If the reserved goods are processed, mixed, blended, or combined with other items, we acquire co-ownership of the new item in a share corresponding to the ratio of the invoice value of our reserved goods to the total value.
The provisions applicable to the reserved goods apply accordingly to the co-ownership shares arising under the above provisions.
(b) The customer hereby assigns to us the claims from the resale or other disposal transactions, such as contracts for work, including all ancillary rights, proportionally also insofar as the goods have been processed, mixed, or blended and we have acquired co-ownership in the amount of our invoice value, or the goods are permanently installed. To the extent the reserved goods are processed, mixed, blended, or permanently installed, we are entitled to a fraction of the respective claim from the resale corresponding to the ratio of the invoice value of our reserved goods to the invoice value of the item from this assignment.
If the reserved goods are sold by the customer together with other goods not delivered by us, the customer hereby assigns to us a portion of the claim from the resale equal to the invoice value of our reserved goods.
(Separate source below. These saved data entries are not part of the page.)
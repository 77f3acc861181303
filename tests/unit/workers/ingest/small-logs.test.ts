/** The small logs of fixtures/ that no other test reads: each goes in as it is. */
import { LOGS, type LogName } from '@/fixtures/logs';
import type { FileRole } from '@/shared/contracts/recordings';
import { loadRecording } from '@/workers/recordings/load';
import { decodeLogs, ready, testStore, type TestStore } from '../support';

let at: TestStore;
beforeAll(() => {
  at = testStore();
});
afterAll(() => at.remove());

const UPLOADS: [string, Partial<Record<FileRole, LogName>>, number][] = [
  ['gyro and accelerometer apart', { imu: 'imu-gyro-alone.csv', imu2: 'imu-accel-alone.csv', gnss: 'gnss-plain.csv' }, 0],
  ['one log for both', { imu: 'merged.csv' }, 0],
  ['NMEA', { imu: 'imu-absolute.csv', gnss: 'gnss-sentences.nmea' }, 0],
  ['GPX', { imu: 'imu-absolute.csv', gnss: 'gnss-track.gpx' }, 0],
  ['a barometer', { imu: 'imu-plain.csv', gnss: 'gnss-plain.csv', aids: 'barometer.csv' }, 6],
]; // prettier-ignore

test.each(UPLOADS)('%s', async (_, names, barometerReadings) => {
  const logs = Object.fromEntries(Object.entries(names).map(([role, name]) => [role, LOGS[name]]));
  const result = ready(await decodeLogs(at.store, logs));
  expect(result.health.imu.samples).toBe(11);
  expect(result.health.gnss.epochs).toBe(6);
  const { columns } = await loadRecording(at.store, 'rec');
  expect(columns.gnss.latRad[0]! * (180 / Math.PI)).toBeCloseTo(47.21, 7);
  expect(columns.imu.accel[2][4]).toBeCloseTo(-9.79, 9);
  expect(columns.aids?.barometer?.heightM.length ?? 0).toBe(barometerReadings);
});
If the customer has sold this claim within the scope of genuine factoring, they hereby assign to us the claim against the factor that replaces it. If the claim from the resale by the customer is set in a current account relationship with their buyer, they hereby assign their claims from the current account relationship to us up to the invoice value of the reserved goods.
(c) We hereby accept the above assignments.
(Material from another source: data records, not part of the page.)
/** Receivers' own logs, NMEA 0183 and GPX: each lands on the same fixes as the clean twin, or is refused by name. */
import { gzipSync } from 'node:zlib';
import type { ChannelMap } from '@/shared/contracts/recordings';
import { KNOT_M_S, RAD_PER_DEG } from '@/shared/units';
import { loadRecording } from '@/workers/recordings/load';
import { csvText, decodeLogs, IMU_HEADER, ready, testStore, type TestStore } from '../support';
import {
  decodedLogs, expectClose, expectSameImu, expectSamePositions, GNSS, IMU, PLAIN_IMU, UNIX_S, type Tolerances,
} from './twin'; // prettier-ignore

jest.setTimeout(60_000);

let at: TestStore;
beforeAll(() => {
  at = testStore();
});
afterAll(() => at.remove());

const iso = (t: number) => new Date(Math.round((UNIX_S + t) * 1000)).toISOString();
const UTC_IMU = csvText(IMU_HEADER.replace('time_s', 'utc'), IMU.map((row) => [iso(row[0]!), ...row.slice(1)])); // prettier-ignore
const CLOCK_IMU = csvText(IMU_HEADER.replace('time_s', 'time_of_day'), IMU.map((row) => [iso(row[0]!).slice(11, 23), ...row.slice(1)])); // prettier-ignore

function sentence(body: string): string {
  let sum = 0;
  for (const char of body) sum ^= char.charCodeAt(0);
  return `$${body}*${sum.toString(16).toUpperCase().padStart(2, '0')}`;
}
const clock = (t: number) => iso(t).slice(11, 22).replaceAll(':', '');
const angle = (deg: number, digits: number) =>
  `${String(Math.floor(Math.abs(deg))).padStart(digits, '0')}${((Math.abs(deg) % 1) * 60).toFixed(7).padStart(10, '0')}`;
const place = (r: readonly number[]) => `${angle(r[1]!, 2)},N,${angle(r[2]!, 3)},W`;
const SPEED = Math.hypot(0.5, 0.7);
const COURSE = Math.atan2(0.7, 0.5) / RAD_PER_DEG;
const SEPARATION_M = 54.7;

const gga = (r: readonly number[], quality = 4) =>
  sentence(
    `GNGGA,${clock(r[0]!)},${place(r)},${quality},12,0.8,${(r[3]! - SEPARATION_M).toFixed(4)},M,${SEPARATION_M},M,1.0,0000`,
  );
const rmc = (r: readonly number[], status = 'A') =>
  sentence(
    `GNRMC,${clock(r[0]!)},${status},${place(r)},${(SPEED / KNOT_M_S).toFixed(9)},${COURSE.toFixed(9)},010326,,,A`,
  );
const vtg = () =>
  sentence(
    `GNVTG,${COURSE.toFixed(9)},T,,M,${(SPEED / KNOT_M_S).toFixed(9)},N,${(SPEED * 3.6).toFixed(9)},K,A`,
  );
const gst = (r: readonly number[]) => sentence(`GNGST,${clock(r[0]!)},1.5,,,,0.3,0.4,0.9`);
const gsa = (mode: number) => sentence(`GNGSA,A,${mode},05,07,,,,,,,,,,,1.9,0.8,1.7`);
const zda = (r: readonly number[]) => sentence(`GNZDA,${clock(r[0]!)},01,03,2026,00,00`);
const log = (epoch: (r: readonly number[], k: number) => string[], end = '\r\n') =>
  GNSS.flatMap(epoch).join(end) + end;
const spoilt = (text: string) => text.replace(/\*../, '*00').replace(',N,', ',S,');

/** 1e-7 minutes are 3e-11 rad; the clock has hundredths. */
const WRITTEN: Tolerances = { timeS: 1e-6, rad: 1e-10, heightM: 1e-4 };

const DATED: [string, string | Uint8Array][] = [
  ['GGA and RMC', log((r) => [gga(r), rmc(r)])],
  ['RMC before GGA', log((r) => [rmc(r), gga(r)])],
  ['GGA, VTG and a ZDA now and then', log((r, k) => [...(k % 5 === 0 ? [zda(r)] : []), gga(r), vtg()])],
  ['all of GGA, GSA, GST, RMC, VTG, ZDA', log((r) => [gga(r), gsa(3), gst(r), rmc(r), vtg(), zda(r)], '\n')],
  ['sentences of other kinds between', log((r) => [sentence('GPGSV,1,1,00'), gga(r), sentence('PXYZ,1,2,3'), rmc(r)])],
  ['stamps of a logger in front', log((r) => [`[10:00:01.2] ${gga(r)}`, `[10:00:01.3] ${rmc(r)}`])],
  ['two sentences run together', log((r) => [gga(r) + rmc(r)])],
  ['no checksums at all', log((r) => [gga(r), rmc(r)]).replace(/\*../g, '')],
  ['the same epoch twice', log((r) => [gga(r), rmc(r), gga(r), rmc(r)])],
  ['gzip', gzipSync(log((r) => [gga(r), rmc(r)]))],
]; // prettier-ignore

test.each(DATED)('NMEA: %s', async (_, gnss) => {
  const result = ready(await decodeLogs(at.store, { imu: UTC_IMU, gnss }));
  expect(result.timeOrigin.utc).toBe('2026-03-01T10:00:00.000Z');
  const { columns } = await loadRecording(at.store, 'rec');
  expectSameImu(columns, 0, { timeS: 1e-6 });
  expectSamePositions(columns, 0, WRITTEN);
  expectClose(columns.gnss.velocityNed[0], GNSS.map((row) => row[4]!), 1e-8);
  expectClose(columns.gnss.velocityNed[1], GNSS.map((row) => row[5]!), 1e-8);
}); // prettier-ignore

test('NMEA: accuracies of GST, height only where GSA says the fix is in space', async () => {
  const gnss = log((r, k) => [gga(r), gsa(k === 3 ? 2 : 3), gst(r), rmc(r)]);
  const columns = await decodedLogs(at, { imu: UTC_IMU, gnss });
  expect(columns.gnss.positionSigma.map((axis) => axis[2])).toEqual([0.3, 0.4, 0.9]);
  expect(columns.gnss.heightM[3]).toBeNaN();
  expect(columns.gnss.heightM[4]).toBeCloseTo(40, 3);
});

test('NMEA: damaged sentences drop out, are counted, and falsify nothing', async () => {
  const gnss = log((r, k) => [k % 4 === 1 ? spoilt(gga(r)) : gga(r), k === 6 ? rmc(r).slice(0, 30) : rmc(r)]);
  const result = ready(await decodeLogs(at.store, { imu: UTC_IMU, gnss }));
  expect(result.health.findings).toContainEqual(
    expect.objectContaining({ code: 'damaged-sentences', figure: { value: 5, unit: 'sentences' } }),
  );
  const { columns } = await loadRecording(at.store, 'rec');
  expectClose(columns.gnss.latRad, GNSS.map((row) => row[1]! * RAD_PER_DEG), 1e-10);
  // Where GGA was lost, RMC still gives the place, but no height.
  expect(columns.gnss.heightM[1]).toBeNaN();
}); // prettier-ignore

test('NMEA: empty fields are missing values, not zeros; epochs without a fix are left out', async () => {
  const none = (r: readonly number[]) => [sentence(`GNGGA,${clock(r[0]!)},,,,,0,00,99.9,,,,,,`), sentence(`GNRMC,${clock(r[0]!)},V,,,,,,,010326,,,N`)]; // prettier-ignore
  const gnss = log((r, k) => (k < 5 ? none(r) : [gga(r), rmc(r)]));
  const columns = await decodedLogs(at, { imu: UTC_IMU, gnss });
  expectClose(columns.gnss.timeS, GNSS.slice(5).map((row) => row[0]!), 1e-6);
  expect(Math.min(...columns.gnss.latRad)).toBeGreaterThan(0.8);
}); // prettier-ignore

test('NMEA without a date tells the time of day', async () => {
  const columns = await decodedLogs(at, { imu: CLOCK_IMU, gnss: log((r) => [gga(r)]) });
  expectSameImu(columns, 36_000, { timeS: 1e-6 });
  expectSamePositions(columns, 36_000, WRITTEN);
});

test('NMEA: the day turns at midnight though the date is told only once', async () => {
  const midnight = 1_772_409_599; // 2026-03-01T23:59:59Z
  const late = (t: number) => new Date(Math.round((midnight + t) * 1000)).toISOString();
  const at8 = (t: number) => late(t).slice(11, 22).replaceAll(':', '');
  const epochs = GNSS.map((r, k) => [
    ...(k === 0 ? [sentence(`GNZDA,${at8(r[0]!)},01,03,2026,00,00`)] : []),
    sentence(`GNGGA,${at8(r[0]!)},${place(r)},4,12,0.8,-14.7,M,54.7,M,,`),
  ]);
  const imu = csvText(IMU_HEADER.replace('time_s', 'utc'), IMU.map((row) => [late(row[0]!), ...row.slice(1)]));
  const columns = await decodedLogs(at, { imu, gnss: epochs.flat().join('\n') });
  expectSamePositions(columns, 0, WRITTEN);
}); // prettier-ignore

const trackpoint = (r: readonly number[], extra = '') => `<trkpt lat="${r[1]}" lon="${r[2]}"><ele>${r[3]! - SEPARATION_M}</ele><time>${iso(r[0]!)}</time>${extra}</trkpt>`; // prettier-ignore
const gpx = (points: string) =>
  `<?xml version="1.0" encoding="UTF-8"?>\n<gpx version="1.1" creator="a logger" xmlns="http://www.topografix.com/GPX/1/1">\n<wpt lat="1" lon="2"><name>Quay</name></wpt>\n<trk><name>Drive &amp; back</name><trkseg>\n${points}\n</trkseg></trk></gpx>\n`;
const GEOID = `<geoidheight>${SEPARATION_M}</geoidheight>`;
const MOTION = `<speed>${SPEED}</speed><course>${COURSE}</course>`;
const EXTENDED = `${GEOID}<extensions><tpx:TrackPointExtension xmlns:tpx="urn:x"><tpx:speed>${SPEED}</tpx:speed><tpx:course>${COURSE}</tpx:course></tpx:TrackPointExtension></extensions>`;
const points = (extra: string, between = '\n') => GNSS.map((r) => trackpoint(r, extra)).join(between);

test.each([
  ['version 1.1 with speed in extensions', gpx(points(EXTENDED))],
  ['version 1.0 with speed and course', gpx(points(GEOID + MOTION)).replace('version="1.1"', 'version="1.0"')],
  ['everything in one line', gpx(points(EXTENDED, ''))],
  ['two segments', gpx(points(EXTENDED).replace(/(<trkpt.*\n){5}/, '$&</trkseg><trkseg>'))],
  ['gzip', gzipSync(gpx(points(EXTENDED)))],
])('GPX: %s', async (_, gnss) => {
  const columns = await decodedLogs(at, { imu: UTC_IMU, gnss });
  expectSamePositions(columns, 0, { timeS: 1e-6, heightM: 1e-9 });
  expectClose(columns.gnss.velocityNed[0], GNSS.map((row) => row[4]!), 1e-12);
  expectClose(columns.gnss.velocityNed[1], GNSS.map((row) => row[5]!), 1e-12);
}); // prettier-ignore

test('GPX: heights without a geoid are above sea level and raised', async () => {
  const columns = await decodedLogs(at, { imu: UTC_IMU, gnss: gpx(points('')) });
  // EGM96 at 47.21° N, 14.63° W lies about 55 m above the ellipsoid.
  expect(columns.gnss.heightM[0]! - (40 - SEPARATION_M)).toBeGreaterThan(50);
  expect(columns.gnss.heightM[0]! - (40 - SEPARATION_M)).toBeLessThan(60);
});

test('GPX: points without a fix or without a time are left out', async () => {
  const some = GNSS.map((r, k) => (k === 2 ? `<trkpt lat="${r[1]}" lon="${r[2]}"/>` : trackpoint(r, k === 4 ? '<fix>none</fix>' : '<fix>3d</fix>')));
  const columns = await decodedLogs(at, { imu: UTC_IMU, gnss: gpx(some.join('\n')) });
  expect(columns.gnss.timeS).toHaveLength(GNSS.length - 2);
}); // prettier-ignore

const REFUSED: [string, string, object][] = [
  ['NMEA with every checksum wrong', log((r) => [spoilt(gga(r)), spoilt(rmc(r))]), { code: 'nmea-damaged', line: 1 }],
  ['NMEA without one fix', log((r) => [gga([r[0]!, 0, 0, 0], 0)]), { code: 'no-fix' }],
  ['GPX of a plan without times', gpx(GNSS.map((r) => `<trkpt lat="${r[1]}" lon="${r[2]}"/>`).join('')), { code: 'gpx-no-time' }],
  ['GPX without a track', gpx(''), { code: 'gpx-no-time' }],
  ['GPX whose track point never ends', gpx(`${points('')}<trkpt lat="1" lon="2">${'<x/>'.repeat(80_000)}`).replace(/<\/trkseg>.*$/s, ''), { code: 'gpx-damaged' }],
  ['a latitude beyond the pole', gpx(points('').replace('47.210006', '147.21')), { code: 'position-absurd' }],
  ['text in a latitude', gpx(points('').replace('47.210006', 'north')), { code: 'not-a-number', line: 11 }],
]; // prettier-ignore

test.each(REFUSED)('refused: %s', async (_, gnss, problem) => {
  const imu = gnss.startsWith('$') && !gnss.includes('RMC') ? CLOCK_IMU : UTC_IMU;
  const result = await decodeLogs(at.store, { imu, gnss });
  expect(result).toMatchObject({ outcome: 'rejected', problems: [{ file: 'gnss', ...problem }] });
  if (result.outcome === 'rejected') expect(result.problems[0]!.remedy.length).toBeGreaterThan(20);
});

test('sentences among the rows of an IMU’s table: one log for both', async () => {
  const rows = PLAIN_IMU.trimEnd().split('\n');
  const imu = rows.flatMap((row, k) => (k % 20 === 1 ? [gga(GNSS[(k - 1) / 20]!), row] : [row])).join('\n');
  const channelMap: ChannelMap = {
    gnss: {
      time: { columns: ['time_of_day'], base: 'time-of-day', offsetS: -36_000, stamp: 'end' },
      position: {
        lat: 'latitude_deg',
        lon: 'longitude_deg',
        height: 'height_ellipsoid_m',
        unit: 'deg',
        heightUnit: 'm',
        heightDatum: 'ellipsoid',
      },
    },
  };
  const columns = await decodedLogs(at, { imu }, { channelMap });
  expectSameImu(columns);
  expectSamePositions(columns, 0, WRITTEN);
});

test('an NMEA log in the place of the IMU is not taken for one', async () => {
  const result = await decodeLogs(at.store, { imu: log((r) => [gga(r), rmc(r)]), gnss: PLAIN_IMU });
  expect(result).toMatchObject({ outcome: 'needs-mapping' });
  expect(result.outcome !== 'ready' && result.problems.map(({ code }) => code)).toContain('columns-missing');
});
(d) The customer is authorized to collect the claims assigned to them until revoked by us. The collection authorization expires upon revocation, which occurs if the customer falls into default of payment or ceases payment. In this case, we are authorized by the customer to inform the debtors of the assignment and to collect the claim ourselves.
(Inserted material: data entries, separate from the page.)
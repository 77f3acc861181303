/** One physical drive written in many ways: every one lands on the same columns as its plain twin. */
import { gzipSync } from 'node:zlib';
import type { ChannelMap } from '@/shared/contracts/recordings';
import type { AxisMap } from '@/shared/contracts/vehicles';
import { KNOT_M_S, RAD_PER_DEG, STANDARD_GRAVITY_M_S2 } from '@/shared/units';
import type { RecordingColumns } from '@/workers/engine/types';
import { loadRecording } from '@/workers/recordings/load';
import {
  csvText,
  decodeLogs,
  GNSS_HEADER,
  gnssRows,
  IMU_HEADER,
  imuRows,
  ready,
  testStore,
  type TestStore,
} from '../support';

jest.setTimeout(60_000);

let at: TestStore;
let plain: RecordingColumns;
const IMU = imuRows();
const GNSS = gnssRows();
const PLAIN_IMU = csvText(IMU_HEADER, IMU);
const PLAIN_GNSS = csvText(GNSS_HEADER, GNSS);
const UNIX_S = 1_772_359_200;

beforeAll(async () => {
  at = testStore();
  plain = await decoded(PLAIN_IMU, PLAIN_GNSS);
});
afterAll(() => at.remove());

async function decoded(
  imu: string | Uint8Array,
  gnss: string | Uint8Array,
  options: { channelMap?: ChannelMap; axes?: AxisMap } = {},
): Promise<RecordingColumns> {
  ready(await decodeLogs(at.store, { imu, gnss }, options));
  return (await loadRecording(at.store, 'rec')).columns;
}

function expectClose(actual: Float64Array, expected: Float64Array, tolerance: number): void {
  expect(actual).toHaveLength(expected.length);
  const worst = actual.reduce((most, value, i) => Math.max(most, Math.abs(value - expected[i]!)), 0);
  expect(worst).toBeLessThanOrEqual(tolerance);
}

function expectSameImu(actual: RecordingColumns, shiftS = 0): void {
  expectClose(
    actual.imu.timeS,
    plain.imu.timeS.map((t) => t + shiftS),
    1e-9,
  );
  // Rounding of a unit there and back: a few units in the last place of 10.
  for (let i = 0; i < 3; i += 1) {
    expectClose(actual.imu.gyro[i]!, plain.imu.gyro[i]!, 1e-14);
    expectClose(actual.imu.accel[i]!, plain.imu.accel[i]!, 1e-13);
  }
}

function expectSameGnss(actual: RecordingColumns, shiftS = 0): void {
  expectClose(
    actual.gnss.timeS,
    plain.gnss.timeS.map((t) => t + shiftS),
    1e-9,
  );
  // 1e-15 rad are 6 nm.
  expectClose(actual.gnss.latRad, plain.gnss.latRad, 1e-15);
  expectClose(actual.gnss.lonRad, plain.gnss.lonRad, 1e-15);
  expectClose(actual.gnss.heightM, plain.gnss.heightM, 1e-9);
  for (let i = 0; i < 3; i += 1) expectClose(actual.gnss.velocityNed[i]!, plain.gnss.velocityNed[i]!, 1e-12);
}

const gyro = (row: number[], factor: number) => row.slice(1, 4).map((value) => value / factor);
const accel = (row: number[], factor: number) => row.slice(4, 7).map((value) => value / factor);
const imuIn = (time: (t: number) => number | string, gyroUnit: number, accelUnit: number) =>
  IMU.map((row) => [time(row[0]!), ...gyro(row, gyroUnit), ...accel(row, accelUnit)]);
const asIs = (t: number) => t;

const IMU_WAYS: [string, string | Uint8Array][] = [
  ['°/s and g', csvText('time_s,gyro_x_deg_s,gyro_y_deg_s,gyro_z_deg_s,accel_x_g,accel_y_g,accel_z_g', imuIn(asIs, RAD_PER_DEG, STANDARD_GRAVITY_M_S2))],
  ['°/h and mg', csvText('time_s,gyro_x_deg_h,gyro_y_deg_h,gyro_z_deg_h,accel_x_mg,accel_y_mg,accel_z_mg', imuIn(asIs, RAD_PER_DEG / 3600, STANDARD_GRAVITY_M_S2 / 1000))],
  ['brackets, blanks, capitals', csvText('Time (s),Gyro X (deg/s),Gyro Y (deg/s),Gyro Z (deg/s),Accel X (g),Accel Y (g),Accel Z (g)', imuIn(asIs, RAD_PER_DEG, STANDARD_GRAVITY_M_S2))],
  ['square brackets and signs', csvText('Time [s],Gyro X [°/s],Gyro Y [°/s],Gyro Z [°/s],Acc X [m/s²],Acc Y [m/s²],Acc Z [m/s²]', imuIn(asIs, RAD_PER_DEG, 1))],
  ['a degree sign in Latin-1', Buffer.from(csvText('t,Gyro X (°/s),Gyro Y (°/s),Gyro Z (°/s),Acc X (g),Acc Y (g),Acc Z (g)', imuIn(asIs, RAD_PER_DEG, STANDARD_GRAVITY_M_S2)), 'latin1')],
  ['t, wx and ax', csvText('t,wx,wy,wz,ax,ay,az', imuIn(asIs, 1, 1))],
  ['t, gx and ax', csvText('t,gx,gy,gz,ax,ay,az', imuIn(asIs, 1, 1))],
  ['dps and g without more', csvText('timestamp_ms,gx_dps,gy_dps,gz_dps,ax_g,ay_g,az_g', imuIn((t) => t * 1000, RAD_PER_DEG, STANDARD_GRAVITY_M_S2))],
  ['g told by the values alone', csvText('time,gyrX (deg/s),gyrY (deg/s),gyrZ (deg/s),accX,accY,accZ', imuIn(asIs, RAD_PER_DEG, STANDARD_GRAVITY_M_S2))],
  ['camel case', csvText('timeMs,gyroX,gyroY,gyroZ,accelX,accelY,accelZ', imuIn((t) => t * 1000, 1, 1))],
  ['long names', csvText('timestamp,angular_velocity_x,angular_velocity_y,angular_velocity_z,linear_acceleration_x,linear_acceleration_y,linear_acceleration_z', imuIn(asIs, 1, 1))],
  ['the device in the names', csvText('imu_time_s,imu_gyro_x_rad_s,imu_gyro_y_rad_s,imu_gyro_z_rad_s,imu_acc_x_mps2,imu_acc_y_mps2,imu_acc_z_mps2', imuIn(asIs, 1, 1))],
  ['microseconds', csvText('time_us,wx_rad_s,wy_rad_s,wz_rad_s,ax_m_s2,ay_m_s2,az_m_s2', imuIn((t) => Math.round(t * 1e6), 1, 1))],
  ['nanoseconds', csvText('time (ns),wx,wy,wz,ax,ay,az', imuIn((t) => Math.round(t * 1e9), 1, 1))],
  ['a counter without a unit', csvText('SampleTime,Gyr_X,Gyr_Y,Gyr_Z,Acc_X,Acc_Y,Acc_Z', imuIn((t) => Math.round(t * 1e6), 1, 1))],
  ['semicolons', csvText(IMU_HEADER, IMU).replaceAll(',', ';')],
  ['semicolons and decimal commas', csvText(IMU_HEADER, IMU).replaceAll(',', ';').replaceAll('.', ',')],
  ['tabs', csvText(IMU_HEADER, IMU).replaceAll(',', '\t')],
  ['CRLF, byte-order mark', `\uFEFF${PLAIN_IMU.replaceAll('\n', '\r\n')}`],
  ['old line ends', PLAIN_IMU.replaceAll('\n', '\r')],
  ['UTF-16', Buffer.from(`\uFEFF${PLAIN_IMU}`, 'utf16le')],
  ['comments before and between', `# unit 7\n% slip 2\n\n${PLAIN_IMU.replace('\n0.5,', '\n# half a second\n\n0.5,')}`],
  ['the header in a comment', `# ${PLAIN_IMU}`],
  ['a row of units', csvText('time,gyro_x,gyro_y,gyro_z,accel_x,accel_y,accel_z', [['s', 'deg/s', 'deg/s', 'deg/s', 'g', 'g', 'g'], ...imuIn(asIs, RAD_PER_DEG, STANDARD_GRAVITY_M_S2)])],
  ['a delimiter at the end', PLAIN_IMU.replaceAll('\n', ',\n')],
  ['quotes around everything', PLAIN_IMU.replace(/[^,\n]+/g, '"$&"')],
  ['other columns with text and line breaks', csvText(`${IMU_HEADER},message`, IMU.map((row) => [...row, '"ok, all\nwell"']))],
  ['another order', csvText('accel_z_m_s2,time_s,gyro_z_rad_s,accel_x_m_s2,gyro_x_rad_s,accel_y_m_s2,gyro_y_rad_s', IMU.map((r) => [r[6]!, r[0]!, r[3]!, r[4]!, r[1]!, r[5]!, r[2]!]))],
  ['gzip', gzipSync(PLAIN_IMU)],
  ['no end of line at the end', PLAIN_IMU.trimEnd()],
  ['exact duplicates', csvText(IMU_HEADER, IMU.flatMap((row, k) => (k % 50 === 7 ? [row, row] : [row])))],
]; // prettier-ignore

test.each(IMU_WAYS)('IMU: %s', async (_, imu) => {
  expectSameImu(await decoded(imu, PLAIN_GNSS));
});

const [vn, ve, vd] = [4, 5, 6];
const speed = Math.hypot(0.5, 0.7);
const course = Math.atan2(0.7, 0.5) / RAD_PER_DEG;
const GNSS_WAYS: [string, string | Uint8Array][] = [
  ['plain names', csvText('t,latitude,longitude,height,vel_n,vel_e,vel_d', GNSS)],
  ['east, north, up', csvText('time_s,lat,lon,height_m,ve_m_s,vn_m_s,vu_m_s', GNSS.map((r) => [...r.slice(0, 4), r[ve]!, r[vn]!, -r[vd]!]))],
  ['km/h', csvText('Time (s),Lat (deg),Lng (deg),Altitude (m),V North (km/h),V East (km/h),V Down (km/h)', GNSS.map((r) => [...r.slice(0, 4), ...r.slice(4).map((v) => v * 3.6)]))],
  ['millimetres', csvText('time_s,lat_deg,lon_deg,height_mm,velN_mm_s,velE_mm_s,velD_mm_s', GNSS.map((r) => [...r.slice(0, 3), r[3]! * 1000, ...r.slice(4).map((v) => v * 1000)]))],
  ['radians', csvText('time_s,lat_rad,lon_rad,height_m,vn_m_s,ve_m_s,vd_m_s', GNSS.map((r) => [r[0]!, r[1]! * RAD_PER_DEG, r[2]! * RAD_PER_DEG, ...r.slice(3)]))],
  ['longitudes from 0 to 360', csvText(GNSS_HEADER, GNSS.map((r) => [r[0]!, r[1]!, r[2]! + 360, ...r.slice(3)])).replaceAll('345.37000000000000', '345.37')],
  ['rows out of order', csvText(GNSS_HEADER, [...GNSS.slice(0, 3), GNSS[4]!, GNSS[3]!, ...GNSS.slice(5)])],
  ['rows without a fix', csvText(`${GNSS_HEADER},fix`, [[-1, 0, 0, 0, 0, 0, 0, 0], ...GNSS.slice(0, 4).map((r) => [...r, 4]), [0.7, 47, -14, 0, 9, 9, 9, 0], ...GNSS.slice(4).map((r) => [...r, 1])])],
  ['position and velocity on rows of their own', csvText(GNSS_HEADER, GNSS.flatMap((r) => [[...r.slice(0, 4), '', '', ''], [r[0]!, '', '', '', ...r.slice(4)]]))],
  ['gzip', gzipSync(PLAIN_GNSS)],
]; // prettier-ignore

test.each(GNSS_WAYS)('GNSS: %s', async (way, gnss) => {
  const columns = await decoded(PLAIN_IMU, gnss);
  if (way !== 'longitudes from 0 to 360') return expectSameGnss(columns);
  expectClose(columns.gnss.lonRad, plain.gnss.lonRad, 1e-13);
});

test('GNSS: speed and course give the horizontal velocity', async () => {
  const rows = GNSS.map((r) => [...r.slice(0, 4), speed / KNOT_M_S, course]);
  const { gnss } = await decoded(PLAIN_IMU, csvText('time_s,lat,lon,height_m,sog_kn,cog_deg', rows));
  expectClose(gnss.velocityNed[0], plain.gnss.velocityNed[0], 1e-12);
  expectClose(gnss.velocityNed[1], plain.gnss.velocityNed[1], 1e-12);
  expect([...gnss.velocityNed[2]]).toEqual(GNSS.map(() => NaN));
});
The customer is obliged, upon request, to provide us with a detailed list of the claims due to them, including the names and addresses of the debtors, the amount of the individual claims, invoice dates, etc., and to provide us with all information and documents necessary to assert the assigned claims and to allow verification of this information.
(e) Amounts received from assigned claims at the customer must be kept separately for us until they are transferred to us.
(f) Pledges or security transfers of ownership of the reserved goods or the assigned claims are not permitted. We must be informed immediately of any seizures, stating the creditor of the seizure.
If the value of the securities due to us exceeds our total claim against the customer by more than 10%, we are obliged to release them upon the customer's request to that extent.
The customer stores the reserved goods for us free of charge. The customer must insure them against usual risks such as fire, theft, and water to the usual extent. The customer hereby assigns their compensation claims arising from damages of the mentioned types against insurance companies or other liable parties to us up to the amount of our claim. We accept the assignment.
(6) Transport Damage
If the customer is an entrepreneur, the risk of accidental loss and accidental deterioration passes to them as soon as we have delivered the item to the carrier, freight forwarder, or other person or institution designated to carry out the shipment.
(7) Place of Performance/Jurisdiction
The place of performance and jurisdiction are each located at our registered office, provided the entrepreneur customer is a merchant or the other requirements for a jurisdiction agreement according to § 38 ZPO are met.
We are always also entitled to bring claims against the entrepreneur customer at their general place of jurisdiction.
(8) Applicable Law
Contrary to the provision in the 2nd paragraph of (14), II. General Conditions, German law always applies to the contractual relationship with customers who are entrepreneurs, as between two contracting parties domiciled in Germany, excluding the UN Sales Convention (CISG).